Box, Henry and Pettit, A.S. Account Ledger
Henry Box (born c.1832) owned a general store in Hempstead, N.Y. In 1854, he married Margaret A. Jackson at Christ’s Presbyterian Church at South Hempstead, N.Y., and they had three children: Hattie A. (1855-1943), Georgianna (1857-1938), and Henry (born c.1859), who died in infancy.In 1882, Hattie A. Box married Albert S. (“A.S.”) Pettit (1851-1935), who was also born in Hempstead, N.Y. The Pettit’s had four children: Stanley A. (b.1883), Walter R. (b.1886), Dora or Dorothy, and Margarite G. Box. The Pettit’s, who were both employed by the Long Island Railroad, were living in Westbury, N.Y., when Albert, then a station agent, was transferred to Fairground, N.Y. (present-day Huntington Station) in the early 1880s. In the mid-1880s, Albert and Hattie established a coal and lumber firm that they would go on to run through the late 1910s. Their two sons later joined them in the family business, which eventually was named A.S. Pettit & Sons, Inc.

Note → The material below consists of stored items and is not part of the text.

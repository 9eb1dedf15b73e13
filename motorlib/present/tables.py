"""Rich renderings of library results, in display units (mm, g, N, N·s, s).

No click here, and no arithmetic beyond unit conversion for display.
"""

from __future__ import annotations

from pathlib import Path

from rich import box
from rich.console import Group
from rich.markup import escape
from rich.table import Table
from rich.text import Text

from ..files.curvefiles import CheckReport
from ..motor.classes import class_impulse_text, impulse_class_for

__all__ = ["SAFETY_CAUTION", "check_details", "check_summary_table", "findings_text", "impulse_text"]

SAFETY_CAUTION = (
    "Caution: predictions are estimates. Follow your national rocketry association's safety code, local law "
    "and the launch site's rules; the range safety officer decides; fly only motors within your certification."
)

_SEVERITY_STYLE = {"error": "bold red", "warning": "yellow", "note": "cyan", "unreadable": "bold red"}


def _fmt(value: object, digits: int = 4, scale: float = 1.0, unit: str = "") -> str:
    if value is None:
        return "-"
    number = float(value) * scale  # type: ignore[arg-type]
    return f"{number:.{digits}g}{(' ' + unit) if unit else ''}"


def impulse_text(total_impulse_ns: float, digits: int = 4) -> str:
    """A total impulse [N·s] to ``digits`` significant figures, or as classified where that would mislead.

    Classes are decided on the impulse rounded to 0.01 N·s (``motor/classes.py``); a shorter
    figure that reads as another class (160.006 N·s, class H, printed "160") is replaced by the
    classified figure ("160.01"), so a printed impulse never contradicts the class beside it.
    """
    value = float(total_impulse_ns)
    text = f"{value:.{digits}g}"
    shown, verdict = impulse_class_for(float(text)), impulse_class_for(value)
    if (shown.letter if shown else None) != (verdict.letter if verdict else None):
        text = class_impulse_text(value)
    return text


def _impulse(value: object, digits: int = 4, unit: str = "") -> str:
    if value is None:
        return "-"
    return impulse_text(float(value), digits) + (f" {unit}" if unit else "")  # type: ignore[arg-type]


def _delays(m: dict) -> str:
    """Delays of a record's metrics or a catalog row, in words: listed, no charge, or unknown."""
    adjustable = " (adjustable)" if m["delay_adjustable"] else ""
    if m["delays_s"]:
        return ", ".join(f"{d:g}" for d in m["delays_s"]) + " s" + adjustable
    if m.get("ejection") == "no-charge":
        return "none (no ejection charge: plugged or booster)"
    return "unknown (not given)" + adjustable


def _status(report: CheckReport) -> Text:
    if not report.readable:
        return Text("unreadable", style="bold red")
    if not report.ok:
        return Text("errors", style="bold red")
    if any(f.severity == "warning" for f in report.findings):
        return Text("warnings", style="yellow")
    return Text("sound", style="green")


def check_summary_table(reports: list[CheckReport]) -> Table:
    """One row per checked file; ``--details`` shows the rest (peak, masses, delays)."""
    table = Table(title="Curve check", header_style="bold")
    table.add_column("file", overflow="fold", ratio=1)
    for name in ("label", "class"):
        table.add_column(name, no_wrap=True)
    for name in ("impulse N·s", "avg N", "burn s"):
        table.add_column(name, justify="right", no_wrap=True)
    table.add_column("result", no_wrap=True)
    for report in reports:
        m = report.metrics or {}
        cls = f"{m['impulse_class']} {m['class_percent']:.0f}%" if m.get("impulse_class") else "-"
        table.add_row(
            escape(Path(report.source).stem), escape(str(m.get("designation", "-"))), cls,
            _impulse(m.get("total_impulse_ns")), _fmt(m.get("average_thrust_n")), _fmt(m.get("burn_time_s"), 3),
            _status(report),
        )
    return table


def findings_text(report: CheckReport, *, include_notes: bool = True) -> Text:
    """The findings of one report, one line each: ``severity code: message``."""
    text = Text()
    for finding in report.findings:
        if finding.severity == "note" and not include_notes:
            continue
        where = f" (line {finding.line})" if finding.line else ""
        text.append(f"  {finding.severity:<7} ", style=_SEVERITY_STYLE.get(finding.severity, ""))
        text.append(f"{finding.code}{where}: ", style="bold")
        text.append(finding.message + "\n")
    return text


def check_details(report: CheckReport) -> Group:
    """Metrics table and findings of one file."""
    parts: list[object] = [Text.assemble(("File ", "bold"), escape(report.source), "  ", _status(report))]
    m = report.metrics
    if m:
        table = Table(show_header=False, box=None, pad_edge=False)
        table.add_column(style="bold")
        table.add_column()
        rows = [
            ("label / maker", f"{m['designation']}  ({m['maker'] or 'maker unknown'})"),
            ("computed designation", str(m["computed_designation"])),
            ("total impulse", _impulse(m["total_impulse_ns"], 5, unit="N·s")),
            ("impulse class", f"{m['impulse_class']} ({m['class_percent']:.1f} % into class)"
             if m["impulse_class"] else "above O"),
            ("average thrust", _fmt(m["average_thrust_n"], unit="N")),
            ("peak thrust", f"{_fmt(m['peak_thrust_n'], unit='N')} at {_fmt(m['peak_time_s'], unit='s')}"),
            ("burn time", f"{_fmt(m['burn_time_s'], unit='s')} ({_fmt(m['burn_start_s'])}-{_fmt(m['burn_end_s'])} s, "
                          f"thrust above {100 * float(m['burn_threshold']):g} % of peak)"),
            ("samples", str(m["n_samples"])),
            ("diameter x length", f"{_fmt(m['diameter_m'], scale=1e3, unit='mm')} x {_fmt(m['length_m'], scale=1e3, unit='mm')}"),
            ("total / propellant mass", f"{_fmt(m['total_mass_kg'], scale=1e3, unit='g')} / "
                                        f"{_fmt(m['propellant_mass_kg'], scale=1e3, unit='g')}"),
            ("specific impulse", _fmt(m["specific_impulse_s"], unit="s")),
            ("delays", _delays(m)),
        ]
        for key, value in rows:
            table.add_row(key, escape(value))
        parts.append(table)
    if report.findings:
        parts.append(Text("Findings:", style="bold"))
        parts.append(findings_text(report))
    else:
        parts.append(Text("No findings.", style="green"))
    return Group(*parts)  # type: ignore[arg-type]


# ----------------------------------------------------------------------------- flights
_DISPLAY = {
    "si": {"length": ("m", 1.0), "speed": ("m/s", 1.0), "acceleration": ("m/s²", 1.0), "mass": ("g", 1e-3),
           "pressure": ("kPa", 1e3)},
    "imperial": {"length": ("ft", 0.3048), "speed": ("ft/s", 0.3048), "acceleration": ("ft/s²", 0.3048),
                 "mass": ("oz", 0.028349523125), "pressure": ("psi", 6894.757293168)},
}


def display(value: object, kind: str, units: str, digits: int = 4) -> str:
    """An SI value in the display unit of ``kind`` for the ``si`` or ``imperial`` system."""
    unit, factor = _DISPLAY[units][kind]
    if value is None:
        return "-"
    return f"{float(value) / factor:.{digits}g} {unit}"  # type: ignore[arg-type]


def flight_card_table(card) -> Group:
    """The flight card (:func:`motorlib.present.flightcard.flight_card`): phase by phase, each figure with its
    verdict mark (✓ within the rule, ! a rule of thumb broken, ✗ failed, · no rule) and the rule it was checked
    against; a phase's warnings follow its figures."""
    from .palette import VERDICT_MARKS

    styles = {"ok": "bold blue", "caution": "bold yellow", "fail": "bold red", "info": "dim"}
    parts: list[object] = [Text.assemble((escape(card.title), "bold"), "  ",
                                         (VERDICT_MARKS[card.verdict][0], styles[card.verdict]), " ", card.result)]
    label_width = max((len(f.label) + 3 for p in card.phases for f in p.figures), default=10)
    for phase in card.phases:
        parts.append(Text.assemble((VERDICT_MARKS[phase.verdict][0], styles[phase.verdict]), " ",
                                   (phase.title, "bold underline")))
        table = Table(show_header=False, box=None, pad_edge=False, collapse_padding=True)
        table.add_column(no_wrap=True, min_width=label_width)
        table.add_column(overflow="fold")
        table.add_column(style="dim", no_wrap=True)
        for figure in phase.figures:
            mark = "" if figure.verdict == "info" else VERDICT_MARKS[figure.verdict][0]
            table.add_row(Text(f"  {mark or ' '} ", style=styles[figure.verdict]) + Text(figure.label),
                          escape(figure.value), escape(figure.rule) if figure.verdict != "info" else "")
        for code, message in phase.warnings:
            table.add_row(Text("    warning", style="yellow"), Text(f"{code}: {message}"), "")
        parts.append(table)
    if card.general_warnings:
        parts.append(warnings_text(list(card.general_warnings)))
    return Group(*parts)  # type: ignore[arg-type]


def warnings_text(warnings: list[tuple[str, str]]) -> Text:
    text = Text()
    for code, message in warnings:
        text.append("  warning ", style="yellow")
        text.append(f"{code}: ", style="bold")
        text.append(message + "\n")
    return text


# ----------------------------------------------------------------------------- catalog
def catalog_table(rows: list[dict], title: str = "Catalog") -> Table:
    """One row per motor: id, label, class, impulse, average thrust, burn, diameter, delays, checks.

    Delays marked * are adjustable (the longest is listed); P means no ejection charge, ? not known.
    """
    table = Table(title=escape(title), header_style="bold", box=box.SIMPLE_HEAD, pad_edge=False, collapse_padding=True)
    table.add_column("id", no_wrap=True, style="dim")
    table.add_column("motor", overflow="fold", min_width=8)
    table.add_column("class", no_wrap=True)
    table.add_column("I N·s", justify="right", no_wrap=True)
    table.add_column("avg N", justify="right", no_wrap=True)
    table.add_column("burn s", justify="right", no_wrap=True)
    table.add_column("Ø mm", justify="right", no_wrap=True)
    table.add_column("delay s", no_wrap=True)
    table.add_column("check", no_wrap=True)
    for r in rows:
        cls = f"{r['impulse_class']} {r['class_percent']:.0f}%" if r["impulse_class"] else ">O"
        size = _fmt(r["diameter_m"], 3, 1e3)
        delays = (",".join(f"{d:g}" for d in r["delays_s"]) if r["delays_s"]
                  else "P" if r.get("ejection") == "no-charge" else "?") + ("*" if r["delay_adjustable"] else "")
        checks = Text("errors", style="bold red") if r["n_errors"] else (
            Text("warn", style="yellow") if r["n_warnings"] else Text("ok", style="green"))
        table.add_row(r["motor_id"][:6], escape(r["designation"]), cls, _impulse(r["total_impulse_ns"]),
                      _fmt(r["average_thrust_n"]), _fmt(r["burn_time_s"], 3), size, delays, checks)
    return table


_BARS = " ▁▂▃▄▅▆▇█"


def sparkline(time_s, thrust_n, width: int = 60) -> str:
    """The thrust curve as one line of block characters, sampled evenly over the burn."""
    import numpy as np

    t = np.linspace(float(time_s[0]), float(time_s[-1]), width)
    f = np.interp(t, time_s, thrust_n)
    peak = float(np.max(f)) or 1.0
    return "".join(_BARS[int(round(v / peak * (len(_BARS) - 1)))] for v in f)


def add_results_table(results: list) -> Table:
    """What ``catalog add`` did with each offered file that was not simply added."""
    table = Table(title="Catalog add", header_style="bold")
    table.add_column("file", overflow="fold", ratio=1)
    table.add_column("result", no_wrap=True)
    table.add_column("details", overflow="fold", ratio=2)
    styles = {"added": "green", "duplicate": "cyan", "refused": "bold red", "unreadable": "bold red"}
    for r in results:
        if r.status == "added" and not r.near_duplicates:
            continue
        status = "added (near-duplicate)" if r.status == "added" else r.status
        table.add_row(escape(Path(r.source).name), Text(status, style=styles[r.status]), escape(r.message))
    return table


# ----------------------------------------------------------------------------- matching
def _number(value: object, kind: str, units: str, digits: int = 4) -> str:
    if value is None:
        return "-"
    unit, factor = _DISPLAY[units][kind]
    return f"{float(value) / factor:.{digits}g}"  # type: ignore[arg-type]


def _unit(kind: str, units: str) -> str:
    return _DISPLAY[units][kind][0]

The collection is composed of one account ledger book, the first thirty-two pages of which have clippings of poems glued to them. Following those are one hundred and fifty-three pages of transactions from Henry Box’s general store. The transactions, which span the years 1857-1858, document the sale of a variety of items, including groceries, beef, butter, sundries and feed. There are then twenty-five pages of entries written by Box’s son-in-law, A.S. Pettit. These entries document his company’s sale of different kinds of coal in 1886 and 1887.
The ledger also contained a number of loose items, including freight and sales receipts from 1887-1888 and general printed materials.